» Instructions for the task: Copy out all lines bearing the word "edges" from the listing below.

» Record extracts:
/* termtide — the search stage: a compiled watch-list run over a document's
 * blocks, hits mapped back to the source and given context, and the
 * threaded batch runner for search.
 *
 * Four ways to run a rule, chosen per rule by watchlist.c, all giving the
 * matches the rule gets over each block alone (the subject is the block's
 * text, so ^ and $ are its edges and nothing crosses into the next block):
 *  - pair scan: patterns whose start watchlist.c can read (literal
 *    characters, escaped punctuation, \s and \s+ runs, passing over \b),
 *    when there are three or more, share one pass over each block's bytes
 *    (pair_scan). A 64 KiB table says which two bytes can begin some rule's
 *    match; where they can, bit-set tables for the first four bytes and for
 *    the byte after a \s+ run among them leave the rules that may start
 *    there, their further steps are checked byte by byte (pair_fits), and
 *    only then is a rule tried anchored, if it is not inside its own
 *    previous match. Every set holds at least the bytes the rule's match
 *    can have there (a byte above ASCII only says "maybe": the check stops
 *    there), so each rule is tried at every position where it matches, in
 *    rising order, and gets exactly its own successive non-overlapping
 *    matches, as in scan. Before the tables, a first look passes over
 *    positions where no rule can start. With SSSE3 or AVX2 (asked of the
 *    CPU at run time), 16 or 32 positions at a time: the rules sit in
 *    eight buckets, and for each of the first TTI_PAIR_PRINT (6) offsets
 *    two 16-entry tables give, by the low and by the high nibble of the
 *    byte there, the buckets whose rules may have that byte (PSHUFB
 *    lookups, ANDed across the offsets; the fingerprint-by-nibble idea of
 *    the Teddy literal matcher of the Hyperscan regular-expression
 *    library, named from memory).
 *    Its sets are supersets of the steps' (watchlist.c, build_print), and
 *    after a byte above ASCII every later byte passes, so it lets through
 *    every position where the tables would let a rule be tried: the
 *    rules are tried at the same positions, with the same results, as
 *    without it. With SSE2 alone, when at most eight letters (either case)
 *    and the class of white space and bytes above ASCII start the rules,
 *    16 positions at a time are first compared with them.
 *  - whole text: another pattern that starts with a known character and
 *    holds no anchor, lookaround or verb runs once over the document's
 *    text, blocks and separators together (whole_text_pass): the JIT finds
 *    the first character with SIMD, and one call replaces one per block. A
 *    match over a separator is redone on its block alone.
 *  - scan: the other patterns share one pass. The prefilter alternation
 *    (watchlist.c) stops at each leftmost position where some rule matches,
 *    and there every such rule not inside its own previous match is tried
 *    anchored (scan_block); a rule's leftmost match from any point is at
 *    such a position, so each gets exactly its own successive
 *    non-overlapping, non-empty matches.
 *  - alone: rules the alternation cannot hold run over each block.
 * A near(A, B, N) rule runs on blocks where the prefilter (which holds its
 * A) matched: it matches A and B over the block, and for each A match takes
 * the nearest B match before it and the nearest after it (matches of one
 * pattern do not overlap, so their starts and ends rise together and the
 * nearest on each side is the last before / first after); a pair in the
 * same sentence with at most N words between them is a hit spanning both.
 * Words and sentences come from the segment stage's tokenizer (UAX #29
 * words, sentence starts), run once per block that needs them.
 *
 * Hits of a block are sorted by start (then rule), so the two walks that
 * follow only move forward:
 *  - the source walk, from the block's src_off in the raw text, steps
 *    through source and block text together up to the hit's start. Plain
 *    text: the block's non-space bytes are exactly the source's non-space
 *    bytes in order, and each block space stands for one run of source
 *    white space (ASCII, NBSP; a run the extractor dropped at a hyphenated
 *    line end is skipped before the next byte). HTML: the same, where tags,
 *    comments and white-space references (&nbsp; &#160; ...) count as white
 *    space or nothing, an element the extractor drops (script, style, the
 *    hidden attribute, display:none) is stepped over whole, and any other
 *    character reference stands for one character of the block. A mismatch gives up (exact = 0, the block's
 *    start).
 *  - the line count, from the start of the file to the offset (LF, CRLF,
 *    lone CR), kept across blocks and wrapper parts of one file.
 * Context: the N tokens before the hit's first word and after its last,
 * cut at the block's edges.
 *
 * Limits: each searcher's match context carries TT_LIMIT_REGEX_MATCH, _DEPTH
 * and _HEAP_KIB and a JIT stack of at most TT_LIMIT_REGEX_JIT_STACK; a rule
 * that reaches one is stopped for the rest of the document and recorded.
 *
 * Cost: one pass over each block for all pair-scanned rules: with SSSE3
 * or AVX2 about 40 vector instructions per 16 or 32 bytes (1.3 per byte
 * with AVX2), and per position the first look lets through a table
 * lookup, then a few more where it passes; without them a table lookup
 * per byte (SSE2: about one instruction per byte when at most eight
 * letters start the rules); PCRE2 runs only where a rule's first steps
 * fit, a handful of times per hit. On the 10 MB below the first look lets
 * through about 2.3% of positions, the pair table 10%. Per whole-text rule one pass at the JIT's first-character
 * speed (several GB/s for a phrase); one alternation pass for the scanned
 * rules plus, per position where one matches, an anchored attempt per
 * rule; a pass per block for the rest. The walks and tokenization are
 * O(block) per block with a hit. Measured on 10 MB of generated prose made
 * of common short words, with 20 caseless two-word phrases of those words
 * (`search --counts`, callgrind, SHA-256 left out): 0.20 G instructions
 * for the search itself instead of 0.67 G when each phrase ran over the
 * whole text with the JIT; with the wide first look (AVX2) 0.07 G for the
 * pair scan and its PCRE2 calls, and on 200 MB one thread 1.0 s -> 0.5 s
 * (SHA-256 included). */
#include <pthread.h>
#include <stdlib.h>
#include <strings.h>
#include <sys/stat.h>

--

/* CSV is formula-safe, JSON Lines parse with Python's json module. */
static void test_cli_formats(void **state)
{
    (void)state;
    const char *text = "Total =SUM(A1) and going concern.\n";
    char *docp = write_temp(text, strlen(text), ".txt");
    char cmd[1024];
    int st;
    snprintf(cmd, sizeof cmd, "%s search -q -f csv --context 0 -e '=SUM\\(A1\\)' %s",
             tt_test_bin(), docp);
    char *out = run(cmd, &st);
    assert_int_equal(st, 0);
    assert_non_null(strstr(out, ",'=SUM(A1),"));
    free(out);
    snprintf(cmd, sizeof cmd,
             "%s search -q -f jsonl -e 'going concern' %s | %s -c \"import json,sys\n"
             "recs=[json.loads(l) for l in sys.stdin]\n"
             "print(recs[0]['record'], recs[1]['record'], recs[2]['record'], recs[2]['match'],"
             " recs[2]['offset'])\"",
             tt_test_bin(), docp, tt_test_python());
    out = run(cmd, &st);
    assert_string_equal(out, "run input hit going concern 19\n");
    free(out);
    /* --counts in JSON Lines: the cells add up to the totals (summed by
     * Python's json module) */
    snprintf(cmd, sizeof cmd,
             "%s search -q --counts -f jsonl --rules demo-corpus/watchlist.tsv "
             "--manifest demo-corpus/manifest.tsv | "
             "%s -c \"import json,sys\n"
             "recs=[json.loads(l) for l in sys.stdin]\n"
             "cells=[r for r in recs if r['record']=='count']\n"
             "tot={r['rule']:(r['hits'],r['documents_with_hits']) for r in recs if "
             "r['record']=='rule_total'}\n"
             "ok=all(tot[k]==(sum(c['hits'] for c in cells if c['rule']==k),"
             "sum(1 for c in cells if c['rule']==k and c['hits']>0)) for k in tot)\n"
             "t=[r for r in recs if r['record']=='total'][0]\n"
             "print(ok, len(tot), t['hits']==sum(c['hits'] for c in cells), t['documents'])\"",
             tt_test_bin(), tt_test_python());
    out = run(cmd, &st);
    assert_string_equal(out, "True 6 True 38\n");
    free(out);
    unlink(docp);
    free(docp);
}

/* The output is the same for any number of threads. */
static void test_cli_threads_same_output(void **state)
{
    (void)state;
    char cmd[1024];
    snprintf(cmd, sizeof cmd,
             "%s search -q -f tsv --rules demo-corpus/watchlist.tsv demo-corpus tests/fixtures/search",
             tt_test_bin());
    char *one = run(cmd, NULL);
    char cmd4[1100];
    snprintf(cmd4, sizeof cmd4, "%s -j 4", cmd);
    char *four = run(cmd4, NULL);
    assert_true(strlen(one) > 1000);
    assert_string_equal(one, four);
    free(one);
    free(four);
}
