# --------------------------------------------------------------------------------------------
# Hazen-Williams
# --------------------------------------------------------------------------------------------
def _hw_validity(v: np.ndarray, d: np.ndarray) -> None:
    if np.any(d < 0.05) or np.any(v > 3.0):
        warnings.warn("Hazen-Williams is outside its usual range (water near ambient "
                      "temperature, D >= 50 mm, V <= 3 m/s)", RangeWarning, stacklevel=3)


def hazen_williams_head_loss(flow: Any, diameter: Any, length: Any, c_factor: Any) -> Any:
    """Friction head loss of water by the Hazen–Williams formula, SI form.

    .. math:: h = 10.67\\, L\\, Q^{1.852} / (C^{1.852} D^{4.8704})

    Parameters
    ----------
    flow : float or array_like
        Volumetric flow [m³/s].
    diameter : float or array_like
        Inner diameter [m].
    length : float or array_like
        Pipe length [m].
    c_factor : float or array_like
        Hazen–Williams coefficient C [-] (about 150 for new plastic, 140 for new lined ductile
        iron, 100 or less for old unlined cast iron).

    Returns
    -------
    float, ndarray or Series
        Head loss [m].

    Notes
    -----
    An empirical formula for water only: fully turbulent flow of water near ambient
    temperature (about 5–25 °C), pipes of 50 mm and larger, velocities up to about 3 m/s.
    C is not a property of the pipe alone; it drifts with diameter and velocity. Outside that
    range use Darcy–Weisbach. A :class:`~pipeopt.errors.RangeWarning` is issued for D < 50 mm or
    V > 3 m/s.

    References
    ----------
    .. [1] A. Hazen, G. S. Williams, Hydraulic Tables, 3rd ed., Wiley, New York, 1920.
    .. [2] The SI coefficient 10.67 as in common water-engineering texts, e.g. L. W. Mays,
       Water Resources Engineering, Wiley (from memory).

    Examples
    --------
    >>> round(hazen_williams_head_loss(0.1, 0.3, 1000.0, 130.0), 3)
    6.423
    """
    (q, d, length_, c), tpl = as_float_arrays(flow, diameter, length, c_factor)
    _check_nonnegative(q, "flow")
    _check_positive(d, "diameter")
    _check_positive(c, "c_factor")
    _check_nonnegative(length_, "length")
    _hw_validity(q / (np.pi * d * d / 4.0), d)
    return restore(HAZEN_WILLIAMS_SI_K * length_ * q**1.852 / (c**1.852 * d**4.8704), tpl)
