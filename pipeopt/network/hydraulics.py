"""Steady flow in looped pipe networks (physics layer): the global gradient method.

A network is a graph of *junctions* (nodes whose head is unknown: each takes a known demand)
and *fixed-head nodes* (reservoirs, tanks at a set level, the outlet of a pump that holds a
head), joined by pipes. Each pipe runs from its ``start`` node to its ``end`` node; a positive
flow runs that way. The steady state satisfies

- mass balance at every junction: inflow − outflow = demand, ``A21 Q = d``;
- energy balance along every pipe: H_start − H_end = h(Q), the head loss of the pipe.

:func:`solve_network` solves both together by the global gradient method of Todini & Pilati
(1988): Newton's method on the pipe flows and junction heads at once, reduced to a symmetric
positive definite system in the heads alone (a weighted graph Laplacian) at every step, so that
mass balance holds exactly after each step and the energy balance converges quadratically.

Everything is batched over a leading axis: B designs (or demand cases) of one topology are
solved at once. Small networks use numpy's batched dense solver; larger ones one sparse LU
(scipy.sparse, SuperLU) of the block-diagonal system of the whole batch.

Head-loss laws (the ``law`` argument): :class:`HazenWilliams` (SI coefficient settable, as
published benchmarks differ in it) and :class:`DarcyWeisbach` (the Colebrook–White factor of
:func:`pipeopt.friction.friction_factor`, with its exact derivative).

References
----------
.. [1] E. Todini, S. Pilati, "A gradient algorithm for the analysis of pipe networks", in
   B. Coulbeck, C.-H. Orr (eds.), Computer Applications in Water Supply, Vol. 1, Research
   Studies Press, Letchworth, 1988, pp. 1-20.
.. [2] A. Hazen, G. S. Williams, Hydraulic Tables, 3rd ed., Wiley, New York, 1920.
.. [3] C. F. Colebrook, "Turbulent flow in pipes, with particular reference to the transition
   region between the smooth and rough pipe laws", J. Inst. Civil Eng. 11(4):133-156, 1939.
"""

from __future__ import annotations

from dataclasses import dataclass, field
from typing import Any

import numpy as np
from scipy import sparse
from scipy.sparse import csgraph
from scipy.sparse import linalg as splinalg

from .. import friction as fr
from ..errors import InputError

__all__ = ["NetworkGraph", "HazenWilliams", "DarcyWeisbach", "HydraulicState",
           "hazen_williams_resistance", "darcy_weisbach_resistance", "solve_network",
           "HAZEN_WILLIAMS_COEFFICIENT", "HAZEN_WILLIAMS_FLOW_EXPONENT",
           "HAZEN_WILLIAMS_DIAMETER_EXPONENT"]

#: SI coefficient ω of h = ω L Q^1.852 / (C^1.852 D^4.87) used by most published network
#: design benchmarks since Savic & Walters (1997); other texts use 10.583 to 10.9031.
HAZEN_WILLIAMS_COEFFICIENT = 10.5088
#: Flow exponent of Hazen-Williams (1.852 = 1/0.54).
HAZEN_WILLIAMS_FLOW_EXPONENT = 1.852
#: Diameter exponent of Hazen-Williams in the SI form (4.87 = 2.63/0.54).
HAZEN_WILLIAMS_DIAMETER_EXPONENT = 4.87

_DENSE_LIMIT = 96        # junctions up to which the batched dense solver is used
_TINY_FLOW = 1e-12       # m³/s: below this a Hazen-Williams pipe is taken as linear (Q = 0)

» Result:
 * text, so ^ and $ are its edges and nothing crosses into the next block):
 * cut at the block's edges.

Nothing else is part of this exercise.